There are probably many ways to implement the AddStream API but I present this one for discussion.

AddStream would be an API on the PeerConnection backend interface that takes as a parameter a MediaStream pointer.

When called the MediaStreams are stored in a container in the PeerConnection backend. When CreateOffer or CreateAnswer are called to generate the local SDP then the GSMTask thread that is generating the SDP will interrogate the MediaStream container and assemble the media lines based on information it reads from the media streams.

Thread diagram for transport subsystem The above diagram shows the threads for media transport as well as ICE/DTLS.

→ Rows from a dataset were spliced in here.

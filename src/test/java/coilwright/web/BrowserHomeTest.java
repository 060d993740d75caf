package coilwright.web;

import static org.junit.jupiter.api.Assertions.assertEquals;
import static org.junit.jupiter.api.Assertions.assertTrue;

import java.util.List;
import org.junit.jupiter.api.Test;
import org.junit.jupiter.api.extension.RegisterExtension;
import org.openqa.selenium.By;
import org.openqa.selenium.WebElement;
import org.junit.jupiter.api.Tag;

/** Drives real headless Chromium against the running app, reading the page as a person would. */
@Tag("slow")
class BrowserHomeTest {
    @RegisterExtension
    static final TestApp APP = new TestApp();

    @Test
    void home_page_shows_title_nav_and_safety_note_with_the_stylesheet_applied() {
        try (Browser browser = Browser.open()) {
            var driver = browser.driver();
            driver.get(APP.url("/"));
            assertTrue(driver.getTitle().startsWith("Coilwright"), driver.getTitle());
            List<String> nav = driver.findElements(By.cssSelector("nav.site-nav a")).stream().map(WebElement::getText).toList();
            assertEquals(List.of("Home", "New design", "Winding layout", "Wind match", "Hydro match", "Size an alternator", "Rewind", "Saved designs", "Compare", "Demo designs"), nav);
            assertEquals("Coilwright", driver.findElement(By.cssSelector(".brand")).getText());
            assertTrue(driver.findElement(By.cssSelector("footer")).getText().contains("licensed practice"));
            String headerBackground = driver.findElement(By.cssSelector(".site-header")).getCssValue("background-color");
            assertEquals("rgba(36, 52, 63, 1)", headerBackground, "coilwright.css was loaded from /static");
        }
    }

    @Test
    void switching_to_imperial_units_is_remembered_across_pages() {
        try (Browser browser = Browser.open()) {
            var driver = browser.driver();
            driver.get(APP.url("/"));
            Browser.follow(driver, driver.findElement(By.linkText("imperial")));
            driver.get(APP.url("/"));
            assertEquals("current", driver.findElement(By.linkText("imperial")).getAttribute("class"));
        }
    }
}
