package coilwright.web;

import static org.junit.jupiter.api.Assertions.assertEquals;
import static org.junit.jupiter.api.Assertions.assertThrows;
import static org.junit.jupiter.api.Assertions.assertTrue;

import io.javalin.http.Handler;
import java.util.concurrent.CountDownLatch;
import java.util.concurrent.TimeUnit;
import org.junit.jupiter.api.Test;

class WorkLimitTest {
    @Test
    void beyond_the_limit_a_request_is_refused_503_with_retry_after_and_admitted_again_once_one_ends() throws Exception {
        WorkLimit limit = new WorkLimit(1, 0);
        CountDownLatch entered = new CountDownLatch(1);
        CountDownLatch release = new CountDownLatch(1);
        Handler holding = limit.guard(ctx -> {
            entered.countDown();
            release.await(10, TimeUnit.SECONDS);
        });
        Thread first = new Thread(() -> {
            try {
                holding.handle(null);
            } catch (Exception e) {
                throw new IllegalStateException(e);
            }
        });
        first.start();
        assertTrue(entered.await(10, TimeUnit.SECONDS));
        assertEquals(1, limit.inFlight());
        RefusedRequestException refused = assertThrows(RefusedRequestException.class, () -> limit.guard(ctx -> { }).handle(null));
        assertEquals(503, refused.status());
        assertEquals(1, refused.retryAfterSeconds());
        release.countDown();
        first.join(10_000);
        boolean[] ran = {false};
        limit.guard(ctx -> ran[0] = true).handle(null);
        assertTrue(ran[0]);
        assertEquals(0, limit.inFlight());
    }

    @Test
    void a_request_waits_for_its_turn_within_the_wait() throws Exception {
        WorkLimit limit = new WorkLimit(1, 5_000);
        CountDownLatch entered = new CountDownLatch(1);
        Thread first = new Thread(() -> {
            try {
                limit.guard(ctx -> {
                    entered.countDown();
                    Thread.sleep(200);
                }).handle(null);
            } catch (Exception e) {
                throw new IllegalStateException(e);
            }
        });
        first.start();
        assertTrue(entered.await(10, TimeUnit.SECONDS));
        boolean[] ran = {false};
        limit.guard(ctx -> ran[0] = true).handle(null);
        assertTrue(ran[0], "the second request waited and ran");
        first.join(10_000);
    }

    @Test
    void an_admitted_request_runs_under_the_time_budget_and_the_budget_ends_with_it() throws Exception {
        WorkLimit limit = new WorkLimit(1, 0, 1);
        coilwright.validation.SolverFailedException e = assertThrows(coilwright.validation.SolverFailedException.class,
                () -> limit.guard(ctx -> {
                    Thread.sleep(5);
                    coilwright.validation.TimeBudget.check("speedRange.points");
                }).handle(null));
        assertEquals("speedRange.points", e.field());
        coilwright.validation.TimeBudget.check("x"); // closed: no budget on this thread any more
        assertEquals(0, limit.inFlight());
    }

    @Test
    void a_failing_handler_gives_its_permit_back() {
        WorkLimit limit = new WorkLimit(1, 0);
        assertThrows(IllegalStateException.class, () -> limit.guard(ctx -> {
            throw new IllegalStateException("boom");
        }).handle(null));
        assertEquals(0, limit.inFlight());
    }
}
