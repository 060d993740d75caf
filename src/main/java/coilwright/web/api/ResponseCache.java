package coilwright.web.api;

import java.util.Iterator;
import java.util.LinkedHashMap;
import java.util.Map;
import java.util.function.Function;

/**
 * Response bytes of a route whose answer is a pure function of the request body text, kept least-recently-used
 * within a byte budget (keys and values counted). An identical body is answered without parsing, binding,
 * evaluating or serialising again. Only successful answers are stored: a thrown exception passes through.
 */
final class ResponseCache {
    private final long budgetBytes;
    private final long largestEntryBytes;
    private final LinkedHashMap<String, byte[]> entries = new LinkedHashMap<>(16, 0.75f, true);
    private long usedBytes;

    /** @param budgetBytes most bytes held; an entry over a quarter of it is never stored */
    ResponseCache(long budgetBytes) {
        if (budgetBytes < 0) {
            throw new IllegalArgumentException("budgetBytes = " + budgetBytes + ": must be >= 0");
        }
        this.budgetBytes = budgetBytes;
        this.largestEntryBytes = budgetBytes / 4;
    }

    /** The stored answer for {@code body}, or the newly computed one (stored when it fits). */
    byte[] get(String body, Function<String, byte[]> answer) {
        byte[] cached;
        synchronized (this) {
            cached = entries.get(body);
        }
        if (cached != null) {
            return cached;
        }
        byte[] value = answer.apply(body);
        store(body, value);
        return value;
    }

    private synchronized void store(String body, byte[] value) {
        long size = size(body, value);
        if (size > largestEntryBytes || entries.containsKey(body)) {
            return;
        }
        entries.put(body, value);
        usedBytes += size;
        for (Iterator<Map.Entry<String, byte[]>> it = entries.entrySet().iterator(); usedBytes > budgetBytes; ) {
            Map.Entry<String, byte[]> eldest = it.next();
            usedBytes -= size(eldest.getKey(), eldest.getValue());
            it.remove();
        }
    }

    synchronized long usedBytes() {
        return usedBytes;
    }

    synchronized int size() {
        return entries.size();
    }

    private static long size(String key, byte[] value) {
        return 2L * key.length() + value.length;
    }
}
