package coilwright.web;

import coilwright.validation.InfeasibleDesignException;
import coilwright.validation.InvalidInputException;
import coilwright.web.units.Quantity;
import coilwright.web.units.Units;
import static org.junit.jupiter.api.Assertions.assertEquals;
import static org.junit.jupiter.api.Assertions.assertFalse;
import static org.junit.jupiter.api.Assertions.assertThrows;
import static org.junit.jupiter.api.Assertions.assertTrue;

import java.util.LinkedHashMap;
import java.util.List;
import java.util.Map;
import java.util.Optional;
import org.junit.jupiter.api.Test;

class FormBinderTest {
    private final FormBinder forms = new FormBinder(new RecordBinder(Json.mapper()));

    private static Map<String, String> validForm() {
        Map<String, String> f = new LinkedHashMap<>();
        f.put("name", "test rig");
        f.put("rotor.airGapM", "0.002");
        f.put("rotor.poles", "8");
        f.put("rotor.magnet.grade", "N42");
        f.put("rotor.magnet.thicknessM", "0.01");
        f.put("stator.slots", "12");
        f.put("stator.skewDeg", "");
        f.put("stator.coils[0].turns", "40");
        f.put("stator.coils[0].wireDiameterMm", "1.0");
        f.put("stator.coils[1].turns", "41");
        f.put("stator.coils[1].wireDiameterMm", "1.1");
        f.put("stator.airCored", "on");
        f.put("action", "Calculate");
        return f;
    }

    /** The messages by field of a refused form. */
    private FieldErrors refused(Map<String, String> f) {
        return FieldErrors.of(assertThrows(InvalidInputException.class,
                () -> forms.bind(FormBinder.single(f), SampleDesign.class)));
    }

    @Test
    void binds_dotted_form_fields_into_the_same_records_as_the_api() {
        SampleDesign d = forms.bind(FormBinder.single(validForm()), SampleDesign.class);
        assertEquals(0.002, d.rotor().airGapM(), 0.0);
        assertEquals(SampleDesign.Grade.N42, d.rotor().magnet().grade());
        assertEquals(List.of(40, 41), d.stator().coils().stream().map(SampleDesign.Coil::turns).toList());
        assertEquals(Optional.empty(), d.stator().skewDeg(), "a blank optional field is absent");
        assertTrue(d.stator().airCored(), "a checked checkbox is true");
    }

    @Test
    void an_unchecked_checkbox_is_false() {
        Map<String, String> f = validForm();
        f.remove("stator.airCored");
        assertFalse(forms.bind(FormBinder.single(f), SampleDesign.class).stator().airCored());
    }

    @Test
    void refuses_with_the_api_messages_for_each_field() {
        Map<String, String> f = validForm();
        f.put("rotor.airGapM", "-1");
        f.put("rotor.poles", "eight");
        f.put("stator.coils[1].turns", "");
        f.put("rotor.magnet.thicknessM", "NaN");
        FieldErrors errors = refused(f);
        assertEquals("rotor.poles = \"eight\": must be a whole number", errors.first("rotor.poles"));
        assertEquals("rotor.magnet.thicknessM = \"NaN\": must be a finite number", errors.first("rotor.magnet.thicknessM"));
        assertEquals("stator.coils[1].turns is missing: a value is required", errors.first("stator.coils[1].turns"));
        assertFalse(errors.has("rotor.airGapM"), "own checks of rotor wait until its numbers are readable");
    }

    @Test
    void a_range_error_from_a_compact_constructor_lands_on_its_field() {
        Map<String, String> f = validForm();
        f.put("rotor.airGapM", "0");
        FieldErrors errors = refused(f);
        assertEquals("rotor.airGapM = 0.0: must be > 0", errors.first("rotor.airGapM"));
        assertEquals(List.of("rotor.airGapM = 0.0: must be > 0"), errors.all());
    }

    @Test
    void an_infeasible_design_names_its_field() {
        Map<String, String> f = validForm();
        f.put("stator.slots", "10");
        InfeasibleDesignException e = assertThrows(InfeasibleDesignException.class,
                () -> forms.bind(FormBinder.single(f), SampleDesign.class));
        assertEquals("stator.slots", e.field());
        assertTrue(e.getMessage().contains("cannot carry a balanced"), e.getMessage());
    }

    @Test
    void converts_imperial_entries_to_SI_at_the_edge() {
        Map<String, String> f = validForm();
        f.put("rotor.magnet.thicknessM", "0.03");
        SampleDesign d = forms.bind(FormBinder.single(f), SampleDesign.class, Units.IMPERIAL,
                Map.of("rotor.magnet.thicknessM", Quantity.LENGTH));
        assertEquals(0.03 * 0.3048, d.rotor().magnet().thicknessM(), 1e-15);
    }

    @Test
    void a_thousands_comma_is_not_read_as_a_decimal_point() {
        Map<String, String> f = validForm();
        f.put("stator.slots", "1,000");
        assertTrue(refused(f).has("stator.slots"));
    }

    @Test
    void flattens_a_record_into_form_values_that_bind_back_to_it() {
        SampleDesign d = forms.bind(FormBinder.single(validForm()), SampleDesign.class);
        Map<String, String> flat = FormBinder.flatten(d);
        assertEquals("0.002", flat.get("rotor.airGapM"));
        assertEquals("41", flat.get("stator.coils[1].turns"));
        assertEquals(d, forms.bind(FormBinder.single(flat), SampleDesign.class));
    }
}
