package coilwright.web;

import coilwright.App;
import io.restassured.RestAssured;
import io.restassured.config.JsonConfig;
import io.restassured.config.RestAssuredConfig;
import io.restassured.path.json.config.JsonPathConfig;
import java.io.IOException;
import java.io.UncheckedIOException;
import java.nio.file.Files;
import java.nio.file.Path;
import java.util.ArrayList;
import java.util.Comparator;
import java.util.List;
import java.util.function.UnaryOperator;
import java.util.stream.Stream;
import org.junit.jupiter.api.extension.AfterAllCallback;
import org.junit.jupiter.api.extension.BeforeAllCallback;
import org.junit.jupiter.api.extension.ExtensionContext;

/**
 * Starts the real app on 127.0.0.1 and a free port with a fresh temporary data directory, points
 * RestAssured at it (JSON decimals read as Double), and stops it after the test class. Use as
 * <pre>{@code @RegisterExtension static final TestApp APP = new TestApp();}</pre>
 * optionally with {@link #withRoutes} (test-only routes) or {@link #withConfig}.
 */
public final class TestApp implements BeforeAllCallback, AfterAllCallback {
    private final List<Route> extraRoutes = new ArrayList<>();
    private UnaryOperator<AppConfig> configure = UnaryOperator.identity();
    private App app;
    private Path dataDir;

    public TestApp withRoutes(Route... routes) {
        extraRoutes.addAll(List.of(routes));
        return this;
    }

    public TestApp withConfig(UnaryOperator<AppConfig> change) {
        this.configure = change;
        return this;
    }

    @Override
    public void beforeAll(ExtensionContext context) throws IOException {
        dataDir = Files.createTempDirectory("coilwright-test-");
        AppConfig config = configure.apply(AppConfig.defaults().withPort(0).withDataDir(dataDir));
        app = App.create(config, extraRoutes).start("127.0.0.1", 0);
        useRestAssured();
    }

    /** Points RestAssured at this app (call again if another TestApp ran in between). */
    public void useRestAssured() {
        RestAssured.baseURI = "http://127.0.0.1";
        RestAssured.port = app.port();
        RestAssured.config = RestAssuredConfig.config()
                .jsonConfig(JsonConfig.jsonConfig().numberReturnType(JsonPathConfig.NumberReturnType.DOUBLE));
    }

    @Override
    public void afterAll(ExtensionContext context) {
        app.stop();
        RestAssured.reset();
        deleteTree(dataDir);
    }

    public App app() {
        return app;
    }

    public int port() {
        return app.port();
    }

    public Path dataDir() {
        return dataDir;
    }

    /** Absolute URL of a path on the running app, e.g. {@code url("/")}. */
    public String url(String path) {
        return "http://127.0.0.1:" + app.port() + path;
    }

    private static void deleteTree(Path root) {
        try (Stream<Path> paths = Files.walk(root)) {
            paths.sorted(Comparator.reverseOrder()).forEach(p -> p.toFile().delete());
        } catch (IOException e) {
            throw new UncheckedIOException(e);
        }
    }
}
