package coilwright.web.api;

import coilwright.service.EvaluationService;
import coilwright.system.EvaluationRequest;
import coilwright.web.Json;
import coilwright.web.RecordBinder;
import com.fasterxml.jackson.core.JsonProcessingException;
import com.fasterxml.jackson.core.StreamWriteFeature;
import com.fasterxml.jackson.databind.ObjectWriter;
import io.javalin.http.ContentType;
import io.javalin.http.Context;
import io.javalin.http.Handler;
import java.io.UncheckedIOException;

/**
 * {@code POST /api/v1/evaluate}. The answer is a pure function of the body, and a 200-point evaluation is about
 * 130 kB of JSON, so the bytes of recent answers are kept ({@link ResponseCache}); a body seen before is answered
 * without binding, evaluating or serialising. Doubles are written with Jackson's fast (shortest-digits) writer.
 */
final class EvaluateHandler implements Handler {
    /** About 16 MB of answers: a hundred 200-point evaluations, or sixteen of the largest (1000 points). */
    static final long CACHE_BUDGET_BYTES = 16L * 1024 * 1024;

    private final EvaluationService service;
    private final RecordBinder binder;
    private final ObjectWriter writer = Json.mapper().writer().with(StreamWriteFeature.USE_FAST_DOUBLE_WRITER);
    private final ResponseCache answers;

    EvaluateHandler(EvaluationService service, RecordBinder binder, long cacheBudgetBytes) {
        this.service = service;
        this.binder = binder;
        this.answers = new ResponseCache(cacheBudgetBytes);
    }

    @Override
    public void handle(Context ctx) {
        ctx.contentType(ContentType.APPLICATION_JSON).result(answers.get(ctx.body(), this::answer));
    }

    private byte[] answer(String body) {
        try {
            return writer.writeValueAsBytes(service.evaluate(binder.bind(body, EvaluationRequest.class)));
        } catch (JsonProcessingException e) {
            throw new UncheckedIOException(e);
        }
    }
}
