package coilwright.web;

import static org.junit.jupiter.api.Assertions.assertEquals;
import static org.junit.jupiter.api.Assertions.assertTrue;

import java.io.ByteArrayInputStream;
import java.io.IOException;
import java.net.URI;
import java.net.http.HttpClient;
import java.net.http.HttpRequest;
import java.net.http.HttpResponse;
import java.nio.charset.StandardCharsets;
import java.util.zip.GZIPInputStream;
import org.junit.jupiter.api.Test;
import org.junit.jupiter.api.extension.RegisterExtension;

/** HTML, JSON, SVG and CSV answers are gzip-compressed for a client that accepts it, and plain for one that does not. */
class CompressionTest {
    @RegisterExtension
    static final TestApp APP = new TestApp();

    private static final HttpClient CLIENT = HttpClient.newHttpClient();

    @Test
    void html_json_svg_and_csv_are_gzipped_when_accepted() throws Exception {
        String page = gunzip(get("/design/results?example=axial-wind-48v", true), "text/html");
        assertTrue(page.contains("<svg"), "the results page with its charts");
        assertTrue(gunzip(get("/api/v1/openapi.json", true), "application/json").contains("\"openapi\""));
        assertTrue(gunzip(get("/static/img/axial-coil-dimensions.svg", true), "image/svg+xml").contains("<svg"));
        String csv = gunzip(get(demoCurvesCsv(), true), "text/csv");
        assertTrue(csv.lines().count() > 10, "a CSV with its rows");
    }

    @Test
    void a_client_that_does_not_accept_gzip_gets_plain_bytes() throws Exception {
        HttpResponse<byte[]> r = get("/design/results?example=axial-wind-48v", false);
        assertEquals(200, r.statusCode());
        assertTrue(r.headers().firstValue("Content-Encoding").isEmpty());
        assertTrue(new String(r.body(), StandardCharsets.UTF_8).contains("<svg"));
    }

    private static String gunzip(HttpResponse<byte[]> r, String type) throws IOException {
        assertEquals(200, r.statusCode(), r.uri().toString());
        assertTrue(r.headers().firstValue("Content-Type").orElse("").startsWith(type), r.uri() + " " + r.headers());
        assertEquals("gzip", r.headers().firstValue("Content-Encoding").orElse(""), r.uri().toString());
        try (GZIPInputStream in = new GZIPInputStream(new ByteArrayInputStream(r.body()))) {
            return new String(in.readAllBytes(), StandardCharsets.UTF_8);
        }
    }

    private static HttpResponse<byte[]> get(String path, boolean gzip) throws Exception {
        HttpRequest.Builder b = HttpRequest.newBuilder(URI.create(APP.url(path)));
        if (gzip) {
            b.header("Accept-Encoding", "gzip");
        }
        return CLIENT.send(b.build(), HttpResponse.BodyHandlers.ofByteArray());
    }

    private static String demoCurvesCsv() throws Exception {
        long until = System.nanoTime() + 60_000_000_000L;
        while (System.nanoTime() < until) {
            var demos = Json.mapper().readTree(get("/api/v1/demos", false).body());
            if (demos.size() > 0) {
                return "/api/v1/designs/" + demos.get(0).get("designId").asText() + "/curves.csv";
            }
            Thread.sleep(100);
        }
        throw new AssertionError("no demo design after 60 s");
    }
}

As shown above, the CCAPP thread sets up the mtransport stack which runs on the STS thread. ICE and DTLS run on their own on the STS thread and eventually the mtransport becomes ready to read and write. The CCAPP thread is then notified and it notifies the Media In and Media Out threads that they can start playout in each direction. Prior to this, Media In was passive and Media Out either wasn't registered for playout or discarded NotifyOutput.

  • Incoming media originates on the STS thread but is then dispatched to the Media In thread for decoding and playout.
  • Outgoing media originates on the Media Stream thread but is then dispatched to the Media Out thread for encoding and transmission.
Note that real care will need to be taken to make sure that the lifetime of objects shared across threads is right. We should be using nsRefPtr with thread-safe ref count objects to assist this process.